I still don't fear the result like some do.. We are more than capable of succeeding in whatever we turn our hands to (as are people all over the World. It's not a "British" characteristic).. It has enabled me to find a deeper well of contempt for the majority of Politicians than I ever thought possible though... So not all negative...


----------



## Foxholer (Dec 21, 2016)

Hobbit said:



			I voted Remain in June, but voted out now. Out does me no good in terms of work, and especially with the plan to retire to Spain shortly. However, I feel that all the twisting, fiddling and conniving some of the politicians are doing is very wrong at a fundamental level.

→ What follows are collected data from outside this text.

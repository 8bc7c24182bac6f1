//! Closed loop in a small kinematic simulation (tests/steering_sim): each law
//! from 1 m of lateral offset and 0.2 rad of heading error, on a straight
//! line and on a 20 m radius arc at 2 m/s, for a tractor and a small robot.
//!
//! Cross-track errors here are measured by plain geometry (distance to the
//! line, distance to the arc's centre), independently of the crate's
//! projection.
//!
//! Run with `cargo test --test steering_closed_loop -- --nocapture` to see
//! the figures.

mod steering_sim;

use kappaline::{
    FrenetFeedback, Guidance, GuidanceStatus, Path, PathBuilder, Pose, PurePursuit, Segment,
    Stanley, SteeringLaw, SupervisorConfig, TrackerConfig, Vehicle,
};
use steering_sim::{check_limits, run, settling, Sim};

const RADIUS: f64 = 20.0;

fn tractor() -> Vehicle<f64> {
    // Common practice (facts of the trade): wheelbase 2.2-3.2 m,
    // steering 35-55 degrees, 20-60 degrees/s.
    Vehicle::front_steered(2.5, 35f64.to_radians(), 40f64.to_radians())
        .unwrap()
        .with_max_speed(4.0)
        .unwrap()
        .with_max_lateral_acceleration(2.0)
        .unwrap()
}

fn robot() -> Vehicle<f64> {
    // Invented small front-steered robot.
    Vehicle::front_steered(0.5, 30f64.to_radians(), 120f64.to_radians())
        .unwrap()
        .with_max_speed(2.0)
        .unwrap()
        .with_max_lateral_acceleration(2.0)
        .unwrap()
}

fn straight() -> Path<f64, 4> {
    PathBuilder::new(Pose::new(0.0, 0.0, 0.0))
        .unwrap()
        .push(Segment::line(400.0).unwrap())
        .unwrap()
        .build()
        .unwrap()
}

fn arc() -> Path<f64, 4> {
    // Centre (0, 20); a full turn and a half so the run never ends.
    PathBuilder::new(Pose::new(0.0, 0.0, 0.0))
        .unwrap()
        .push(Segment::arc(3.0 * core::f64::consts::PI * RADIUS, 1.0 / RADIUS).unwrap())
        .unwrap()
        .build()
        .unwrap()
}

#[derive(Debug, Clone, Copy)]
struct Figures {
    overshoot: f64,
    settle: f64,
    steady: f64,
    max_steer: f64,
    max_rate: f64,
}

/// One run; `on_arc` picks the path; `(d0, th0)` the initial errors.
fn one<L: SteeringLaw<f64>>(
    vehicle: Vehicle<f64>,
    law: L,
    on_arc: bool,
    d0: f64,
    th0: f64,
    length: f64,
) -> Figures {
    let sup = SupervisorConfig::default_for(&vehicle);
    let mut g = Guidance::new(vehicle, law, TrackerConfig::tractor(), sup).unwrap();
    // Start: path point at station 0 (origin, heading 0), offset d0 to the
    // left, heading error th0.
    let mut sim = Sim::new(&vehicle, 0.0, d0, th0, 2.0);
    let samples = if on_arc {
        run(&mut sim, &mut g, &arc(), length, 200.0)
    } else {
        run(&mut sim, &mut g, &straight(), length, 200.0)
    };
    assert!(samples
        .iter()
        .all(|s| s.command.status == GuidanceStatus::Following));
    let history: Vec<(f64, f64)> = samples
        .iter()
        .map(|s| {
            let (x, y) = s.cp;
            let d = if on_arc {
                RADIUS - (x * x + (y - RADIUS) * (y - RADIUS)).sqrt()
            } else {
                y
            };
            (s.distance, d)
        })
        .collect();
    let st = settling(&history, 0.05, 20.0);
    let (max_steer, max_rate) = check_limits(&samples, &vehicle, 0.05);
    Figures {
        overshoot: st.overshoot,
        settle: st.settle_distance,
        steady: st.steady,
        max_steer,
        max_rate,
    }
}

fn sweep<L: SteeringLaw<f64> + Clone>(
    name: &str,
    vehicle: Vehicle<f64>,
    law: L,
    settle_bound: f64,
) {
    for on_arc in [false, true] {
        for (d0, th0) in [(1.0, -0.2), (1.0, 0.2), (-1.0, 0.2), (-1.0, -0.2)] {
            let f = one(vehicle, law.clone(), on_arc, d0, th0, 120.0);
            println!(
                "{name:<22} {:<8} d0 {d0:+.1} th0 {th0:+.1}: overshoot {:.3} m ({:.1} %), settles (5 cm) in {:.1} m, steady {:.1e} m, max steer {:.3}, max rate {:.3}",
                if on_arc { "arc R20" } else { "straight" },
                f.overshoot,
                100.0 * f.overshoot / d0.abs(),
                f.settle,
                f.steady,
                f.max_steer,
                f.max_rate,
            );
            assert!(
                f.overshoot <= 0.1 * d0.abs(),
                "{name}: overshoot {}",
                f.overshoot
            );
            assert!(
                f.settle <= settle_bound,
                "{name}: settles in {} m",
                f.settle
            );
            assert!(f.steady < 0.02, "{name}: steady-state {}", f.steady);
        }
    }
}

#[test]
fn pure_pursuit_tractor() {
    sweep(
        "pure pursuit tractor",
        tractor(),
        PurePursuit::tractor(),
        25.0,
    );
}

#[test]
fn stanley_tractor() {
    sweep("Stanley tractor", tractor(), Stanley::tractor(), 25.0);
}

#[test]
fn frenet_tractor() {
    sweep("Frenet tractor", tractor(), FrenetFeedback::tractor(), 25.0);
}

#[test]
fn pure_pursuit_robot() {
    sweep(
        "pure pursuit robot",
        robot(),
        PurePursuit::small_robot(),
        8.0,
    );
}

#[test]
fn stanley_robot() {
    sweep("Stanley robot", robot(), Stanley::small_robot(), 8.0);
}

#[test]
fn frenet_robot() {
    sweep("Frenet robot", robot(), FrenetFeedback::small_robot(), 8.0);
}

fn differential() -> Vehicle<f64> {
    // Invented small differential-drive robot: 0.4 m track, up to 2 1/m,
    // curvature rate 4 1/m/s; speed limit 1.5 m/s (the default).
    Vehicle::differential(0.4, 2.0, 4.0).unwrap()
}

/// `overshoot_bound` in metres (the start is 1 m off).
fn sweep_at<L: SteeringLaw<f64> + Clone>(
    name: &str,
    vehicle: Vehicle<f64>,
    law: L,
    speed: f64,
    settle_bound: f64,
    overshoot_bound: f64,
) {
    for on_arc in [false, true] {
        for (d0, th0) in [(1.0, -0.2), (1.0, 0.2)] {
            // Wider supervisor limits: a control point behind the rear axle
            // first swings further out when the vehicle turns back.
            let sup = SupervisorConfig {
                max_cross_track: 2.5,
                ..SupervisorConfig::default_for(&vehicle)
            };
            let tracker = TrackerConfig {
                lost_distance: 3.0,
                ..TrackerConfig::tractor()
            };
            let mut g = Guidance::new(vehicle, law.clone(), tracker, sup).unwrap();
            let mut sim = Sim::new(&vehicle, 0.0, d0, th0, speed);
            let samples = if on_arc {
                run(&mut sim, &mut g, &arc(), 60.0, 200.0)
            } else {
                run(&mut sim, &mut g, &straight(), 60.0, 200.0)
            };
            check_limits(&samples, &vehicle, sim.dt);
            assert!(
                samples
                    .iter()
                    .all(|s| s.command.status == GuidanceStatus::Following),
                "{name}"
            );
            let history: Vec<(f64, f64)> = samples
                .iter()
                .map(|s| {
                    let (x, y) = s.cp;
                    let d = if on_arc {
                        RADIUS - (x * x + (y - RADIUS).powi(2)).sqrt()
                    } else {
                        y
                    };
                    (s.distance, d)
                })
                .collect();
            let st = settling(&history, 0.05, 20.0);
            println!(
                "{name:<22} {:<8} d0 {d0:+.1} th0 {th0:+.1}: largest |d| {:.3} m, overshoot {:.3} m, settles in {:.1} m, steady {:.1e} m",
                if on_arc { "arc R20" } else { "straight" },
                history.iter().map(|h| h.1.abs()).fold(0.0, f64::max),
                st.overshoot,
                st.settle_distance,
                st.steady
            );
            assert!(st.overshoot <= overshoot_bound, "{name}");
            assert!(st.settle_distance <= settle_bound, "{name}");
            assert!(st.steady < 0.02, "{name}");
        }
    }
}

#[test]
fn differential_drive_all_laws() {
    let v = differential();
    sweep_at(
        "PP differential",
        v,
        PurePursuit::small_robot(),
        1.5,
        8.0,
        0.1,
    );
    sweep_at(
        "Stanley differential",
        v,
        Stanley::small_robot(),
        1.5,
        8.0,
        0.1,
    );
    sweep_at(
        "Frenet differential",
        v,
        FrenetFeedback::small_robot(),
        1.5,
        8.0,
        0.1,
    );
}
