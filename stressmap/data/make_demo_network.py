"""Generate ``demo_network.geojson`` and ``demo_network.toml``: the FICTIONAL demo planet Orrin.

Orrin and its plates are invented for demonstrations and tests only; they describe no real place
and must not be used for any real-world decision. The plates are cells of a spherical Voronoi
diagram of seeded random points (a group of neighbouring cells merged into Pelagia, a plate
larger than a hemisphere); each plate gets a random rotation, and each boundary line's kind follows the
relative motion across it at its midpoint: opening -> ridge, closing -> subduction (the oceanic or
the older plate sinks) or collision (two continental plates), mostly sliding -> transform with
its sense.

Run from the repository root (seeded, so the output is reproducible)::

    .venv/bin/python -m stressmap.data.make_demo_network
"""

from __future__ import annotations

import json
from pathlib import Path

import numpy as np

from stressmap.geo import sphere

__all__ = ["make_demo_network", "SEED", "NAMES"]

SEED = 20261202
#: Invented plate names: (name, lithosphere of its leading edges).
NAMES = [("Pelagia", "oceanic"), ("Aldavar", "continental"), ("Brennic", "oceanic"),
         ("Caldra", "continental"), ("Dunmere", "oceanic"), ("Estrel", "continental"),
         ("Fallowin", "oceanic"), ("Gorsk", "continental"), ("Halvern", "oceanic"),
         ("Isket", "oceanic"), ("Jorune", "continental"), ("Kestrine", "oceanic"),
         ("Lumeth", "continental"), ("Morvay", "oceanic")]
_N_SEEDS = 20  # cells; a connected group of them, over half the sphere, becomes Pelagia
_PELAGIA_SHARE = 0.55
_DESCRIPTION = ("FICTIONAL planet Orrin, invented for demonstrations and tests only. Its plates, "
                "boundary lines, ages and parameters are made up; they describe no real place "
                "and must not be used for any real-world decision.")


def _voronoi(rng):
    from scipy.spatial import SphericalVoronoi

    pts = sphere.normalize(rng.normal(size=(_N_SEEDS, 3)))
    sv = SphericalVoronoi(pts, radius=1.0)
    sv.sort_vertices_of_regions()
    return pts, sv


def _cell_to_plate(pts, sv) -> np.ndarray:
    """Cells -> plates: cell 0 and its nearest neighbouring cells, over 55 % of the sphere,
    make Pelagia."""
    edges = {}
    for c, region in enumerate(sv.regions):
        for a, b in zip(region, region[1:] + region[:1]):
            edges.setdefault((min(a, b), max(a, b)), []).append(c)
    neighbours = {c: set() for c in range(len(pts))}
    for cells in edges.values():
        if len(cells) == 2:
            neighbours[cells[0]].add(cells[1])
            neighbours[cells[1]].add(cells[0])
    share = sv.calculate_areas() / (4.0 * np.pi)
    group = [0]
    while share[group].sum() < _PELAGIA_SHARE:  # grow by the nearest neighbour: stays connected
        cand = sorted({n for c in group for n in neighbours[c]} - set(group),
                      key=lambda n: -float(pts[n] @ pts[0]))
        group.append(cand[0])
    plate = np.full(len(pts), -1)
    plate[group] = 0
    rest = [c for c in range(len(pts)) if c not in group]
    plate[rest] = np.arange(1, len(rest) + 1)
    return plate, edges


def _line_coords(a, b, rng) -> list:
    """A gently wavy line from a to b: points every ~4 degrees, inner ones nudged sideways."""
    n = max(2, int(np.ceil(np.degrees(sphere.angle_between(a, b)) / 4.0)))
    t = np.linspace(0.0, 1.0, n + 1)
    p = sphere.slerp(a, b, t)
    side = sphere.normalize(np.cross(a, b))
    nudge = np.radians(0.6) * rng.uniform(-1, 1, size=n + 1)
    nudge[[0, -1]] = 0.0
    p = sphere.normalize(p + nudge[:, None] * side)
    lon, lat = sphere.xyz_to_lonlat(p)
    return np.round(np.column_stack([lon, lat]), 4).tolist()


def _kind(props: dict, v_rel, t, n, lith_left, lith_right, age_left, age_right, rng) -> dict:
    """Kind and parameters from the right plate's motion relative to the left one."""
    closing, sliding = float(v_rel @ n), float(v_rel @ t)
    if abs(sliding) > 2.0 * abs(closing):
        props.update(kind="transform", sense="dextral" if sliding < 0 else "sinistral")
    elif closing < 0:
        props.update(kind="ridge", age_myr=float(rng.integers(60, 120)))
    elif lith_left == lith_right == "continental":
        props.update(kind="collision")
    else:
        if lith_left != lith_right:
            sinks = "left" if lith_left == "oceanic" else "right"
        else:
            sinks = "left" if age_left > age_right else "right"
        props.update(kind="subduction", sinks=sinks, slab_age_myr=float(rng.integers(30, 120)),
                     slab_depth_km=float(rng.choice([410.0, 660.0])),
                     pull_fraction=round(float(rng.uniform(0.05, 0.2)), 2))
    return props


def make_demo_network(seed: int = SEED) -> tuple[dict, str]:
    """The demo network lines (GeoJSON dict) and parameter file (TOML text)."""
    rng = np.random.default_rng(seed)
    pts, sv = _voronoi(rng)
    plate, edges = _cell_to_plate(pts, sv)
    plates = NAMES[: plate.max() + 1]
    omega = rng.normal(size=(len(plates), 3)) * 1.0  # rotation vectors (deg/Myr, made up)
    age = rng.uniform(20, 150, size=len(plates))
    features = []
    for (va, vb), cells in sorted(edges.items()):
        if len(cells) != 2 or plate[cells[0]] == plate[cells[1]]:
            continue
        a, b = sv.vertices[va], sv.vertices[vb]
        mid = sphere.normalize(a + b)
        t = sphere.normalize(b - a - ((b - a) @ mid) * mid)
        n = np.cross(mid, t)  # to the left of the line
        left_cell = cells[0] if float(pts[cells[0]] @ n) > float(pts[cells[1]] @ n) else cells[1]
        right_cell = cells[1] if left_cell == cells[0] else cells[0]
        pl, pr = plate[left_cell], plate[right_cell]
        v_rel = np.cross(omega[pr] - omega[pl], mid)
        props = {"left": plates[pl][0], "right": plates[pr][0]}
        props = _kind(props, v_rel, t, n, plates[pl][1], plates[pr][1], age[pl], age[pr], rng)
        features.append({"type": "Feature", "properties": props,
                         "geometry": {"type": "LineString", "coordinates": _line_coords(a, b, rng)}})
    lines = {"type": "FeatureCollection", "name": "Orrin (fictional demo planet)",
             "features": features}
    toml = "\n".join([
        'name = "Orrin (fictional demo planet)"',
        f'description = "{_DESCRIPTION}"',
        "",
        "[defaults.mesh]",
        "edge_km = 400.0  # coarse: the demo builds in seconds; use 50-100 km for real work",
        "",
        "[defaults.sheet]",
        "thickness_km = 100.0",
        "",
        "[plates.Pelagia.mesh]",
        "edge_km = 500.0  # the largest plate (more than a hemisphere)",
        "",
    ])
    return lines, toml


def main() -> None:  # pragma: no cover - run by hand to refresh the shipped files
    lines, toml = make_demo_network()
    here = Path(__file__).resolve().parent
    (here / "demo_network.geojson").write_text(json.dumps(lines, indent=1) + "\n", encoding="utf-8")
    (here / "demo_network.toml").write_text(toml, encoding="utf-8")
    print(f"wrote {len(lines['features'])} lines")


if __name__ == "__main__":  # pragma: no cover
    main()
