"""Package data: physics defaults (defaults.toml) and the fictional demo scenario."""
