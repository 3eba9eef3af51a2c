"""Stability of a borehole of any azimuth and inclination in a site's stress.

Pure numpy, vectorised over well orientations and positions around the hole. Conventions:

- stresses and pressures in MPa, compression positive; effective stress = total - Pp;
- geographic frame (north, east, down) "NED"; a well has an *azimuth* (degrees clockwise from
  north of its horizontal projection, pointing downhole) and an *inclination* (degrees from the
  vertical: 0 vertical, 90 horizontal);
- the borehole frame (x, y, z): z along the axis pointing downhole, x in the vertical plane of
  the axis pointing to the high side of the hole, y = z cross x horizontal. For a vertical well
  of azimuth 0 this is (north, east, down), so positions around the hole, measured by the angle
  ``theta`` from x towards y, are geographic azimuths.

Wall stresses (the generalisation of the Kirsch solution to inclined holes; Hiramatsu & Oka
1962, Fairhurst 1968; as written in Fjaer et al., "Petroleum Related Rock Mechanics", 2nd ed.,
ch. 4, and Zoback, "Reservoir Geomechanics", ch. 8 -- from memory), linear elastic, isotropic,
impermeable wall, plane strain along the axis, mud pressure ``Pw``::

    s_rr = Pw
    s_tt = sxx + syy - 2 (sxx - syy) cos 2t - 4 sxy sin 2t - Pw
    s_zz = szz - 2 nu (sxx - syy) cos 2t - 4 nu sxy sin 2t
    t_tz = 2 (syz cos t - sxz sin t)

with the far-field stress ``s`` rotated into the borehole frame. In the (theta, z) plane of the
wall the principal stresses are ``(s_zz + s_tt)/2 +- sqrt(((s_zz - s_tt)/2)^2 + t_tz^2)``.

Failure criteria (documented choices):

- shear (breakouts, collapse): Mohr-Coulomb with the Jaeger & Cook form
  ``s1' >= UCS + q s3'``, ``q = (sqrt(mu_i^2 + 1) + mu_i)^2``, on the three principal stresses
  at the wall (s_rr and the two in the (theta, z) plane);
- tensile (drilling-induced fractures, breakdown): least wall principal effective stress
  ``<= -T0`` (tensile strength, default 0: common practice, because small flaws are everywhere).

The mud-weight window of an orientation is bounded below by the larger of the pore pressure
(kick) and the collapse pressure (least ``Pw`` whose breakouts are no wider than an allowed
width, default 0: no breakout), and above by the smaller of the breakdown pressure (least ``Pw``
that opens a tensile fracture) and Shmin (lost circulation through an open fracture: common
practice).
"""

from __future__ import annotations

from dataclasses import dataclass

import numpy as np

from stressmap import validate
from stressmap.errors import InputError, problem

__all__ = [
    "RockStrength",
    "rock_strength",
    "borehole_rotation",
    "borehole_stress",
    "wall_stresses",
    "wall_principal",
    "shear_failure_index",
    "breakout_width_deg",
    "failure_azimuths_deg",
    "collapse_pressure_mpa",
    "collapse_pressure_by_angle",
    "breakdown_pressure_by_angle",
    "breakdown_pressure_mpa",
    "mud_window",
    "shmax_from_breakout_mpa",
    "THETA_SAMPLES",
]

#: Positions around the hole sampled over half a turn (the wall stresses repeat every 180 deg):
#: 0.5 degree steps, so breakout widths resolve to 1 degree.
THETA_SAMPLES = 360


@dataclass(frozen=True)
class RockStrength:
    """Rock strength for wall failure.

    Attributes
    ----------
    ucs_mpa : float
        Unconfined compressive strength C0, MPa (> 0).
    internal_friction : float
        Coefficient of internal friction mu_i (>= 0); 0.6 is a common default (friction angle
        31 deg; common practice).
    tensile_mpa : float
        Tensile strength T0, MPa (>= 0; default 0, common practice).
    poisson : float
        Poisson's ratio nu in [0, 0.5) for the axial wall stress (default 0.25, common practice).
    """

    ucs_mpa: float
    internal_friction: float = 0.6
    tensile_mpa: float = 0.0
    poisson: float = 0.25

    @property
    def q(self) -> float:
        """Jaeger & Cook ratio ``(sqrt(mu_i^2 + 1) + mu_i)^2``."""
        mu = self.internal_friction
        return float((np.sqrt(mu * mu + 1.0) + mu) ** 2)


def rock_strength(ucs_mpa, internal_friction=0.6, tensile_mpa=0.0, poisson=0.25,
                  *, prefix: str = "") -> RockStrength:
    """Validated :class:`RockStrength`; every bad value is one problem naming its field.

    Examples
    --------
    >>> round(float(rock_strength(50.0).q), 2)
    3.12
    >>> rock_strength(0.0)
    Traceback (most recent call last):
    ...
    stressmap.errors.InputError: ucs_mpa must be > 0, got 0
    """
    problems: list = []
    values = {
        "ucs_mpa": validate.number(ucs_mpa, prefix + "ucs_mpa", problems, low=0.0,
                                   low_inclusive=False, required="rock strength"),
        "internal_friction": validate.number(internal_friction, prefix + "internal_friction",
                                             problems, low=0.0, high=5.0),
        "tensile_mpa": validate.number(tensile_mpa, prefix + "tensile_mpa", problems, low=0.0),
        "poisson": validate.number(poisson, prefix + "poisson", problems, low=0.0, high=0.5,
                                   high_inclusive=False),
    }
    validate.raise_problems(problems, None if len(problems) == 1 else
                            "rock strength is not usable")
    return RockStrength(**values)


def _orientation(azimuth_deg, inclination_deg):
    az = np.asarray(azimuth_deg, dtype=float)
    inc = np.asarray(inclination_deg, dtype=float)
    bad = ~np.isfinite(inc) | (inc < 0.0) | (inc > 90.0)
    if np.any(bad) or np.any(~np.isfinite(az)):
        field = "inclination_deg" if np.any(bad) else "azimuth_deg"
        raise InputError(f"{field} out of range",
                         [problem("inclination must be in [0, 90] degrees from the vertical and "
                                  "azimuth a finite angle", field=field)])
    return np.radians(az), np.radians(inc)


def borehole_rotation(azimuth_deg, inclination_deg):
    """Rows x, y, z of the borehole frame in NED, shape (..., 3, 3).

    Examples
    --------
    >>> borehole_rotation(0.0, 0.0).round(12).tolist()      # vertical: the NED frame itself
    [[1.0, 0.0, 0.0], [0.0, 1.0, 0.0], [0.0, 0.0, 1.0]]
    >>> borehole_rotation(90.0, 90.0)[2].round(12).tolist()  # horizontal well heading east
    [0.0, 1.0, 0.0]
    """
    a, i = _orientation(azimuth_deg, inclination_deg)
    ca, sa, ci, si = np.cos(a), np.sin(a), np.cos(i), np.sin(i)
    zero = np.zeros_like(ca * ci)
    x = np.stack(np.broadcast_arrays(ci * ca, ci * sa, -si), axis=-1)
    y = np.stack(np.broadcast_arrays(-sa + zero, ca + zero, zero), axis=-1)
    z = np.stack(np.broadcast_arrays(si * ca, si * sa, ci), axis=-1)
    return np.stack([x, y, z], axis=-2)


def borehole_stress(stress_ned, azimuth_deg, inclination_deg):
    """Far-field stress in the borehole frame, ``R S R^T``, shape (..., 3, 3)."""
    r = borehole_rotation(azimuth_deg, inclination_deg)
    s = np.asarray(stress_ned, dtype=float)
    return r @ s @ np.swapaxes(r, -1, -2)


def _theta(n: int = THETA_SAMPLES) -> np.ndarray:
    return np.arange(n) * (np.pi / n)


def wall_stresses(stress_b, pw_mpa, poisson, theta_rad):
    """Total wall stresses (s_rr, s_tt, s_zz, t_tz) at angles ``theta_rad`` around the hole.

    ``stress_b`` (..., 3, 3) broadcasts against ``pw_mpa`` (...) and then against
    ``theta_rad`` on a new last axis: results have shape (..., T).
    """
    s = np.asarray(stress_b, dtype=float)
    sxx, syy, szz = s[..., 0, 0, None], s[..., 1, 1, None], s[..., 2, 2, None]
    sxy, sxz, syz = s[..., 0, 1, None], s[..., 0, 2, None], s[..., 1, 2, None]
    pw = np.asarray(pw_mpa, dtype=float)[..., None]
    t = np.asarray(theta_rad, dtype=float)
    c2, s2 = np.cos(2 * t), np.sin(2 * t)
    dev = 2.0 * (sxx - syy) * c2 + 4.0 * sxy * s2
    s_tt = sxx + syy - dev - pw
    s_zz = szz - poisson * dev
    t_tz = 2.0 * (syz * np.cos(t) - sxz * np.sin(t))
    s_rr = np.broadcast_to(pw, s_tt.shape)
    return s_rr, s_tt, s_zz, t_tz


def wall_principal(s_tt, s_zz, t_tz):
    """Greatest and least principal stresses in the (theta, z) plane of the wall."""
    mean = 0.5 * (s_tt + s_zz)
    radius = np.sqrt((0.5 * (s_tt - s_zz)) ** 2 + t_tz * t_tz)
    return mean + radius, mean - radius


def shear_failure_index(s_rr, s_tt, s_zz, t_tz, pp_mpa, strength: RockStrength):
    """``s1' - q s3' - UCS`` at the wall (MPa): >= 0 where the wall fails in shear."""
    t_max, t_min = wall_principal(s_tt, s_zz, t_tz)
    pp = np.asarray(pp_mpa, dtype=float)[..., None]
    s1 = np.maximum(np.maximum(t_max, s_rr), t_min) - pp
    s3 = np.minimum(np.minimum(t_min, s_rr), t_max) - pp
    return s1 - strength.q * s3 - strength.ucs_mpa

They voted to have a referendum. *They abdicated their responsibility to the electorate*, and the electorate made a choice. Never mind its this percentage or that percentage. The 'rules of the game' are very clear. A majority of those who cared enough to vote voted out.

If there's another vote, I will choose out to protect the very fundamental rights that make up our democracy. Argue the toss by all means but respect the choice.
		
Click to expand...

The highlighted phrase is actually ambiguous! Can you clarify whether you meant 'their responsibility', passing it - the responsibility - to the electorate' or was it 'their responsibility to the electorate' that they abdicated!

I actually believe they did the right thing in this case - allowing 'the electorate' to choose. Though there have obviously been some issues with the way they did that!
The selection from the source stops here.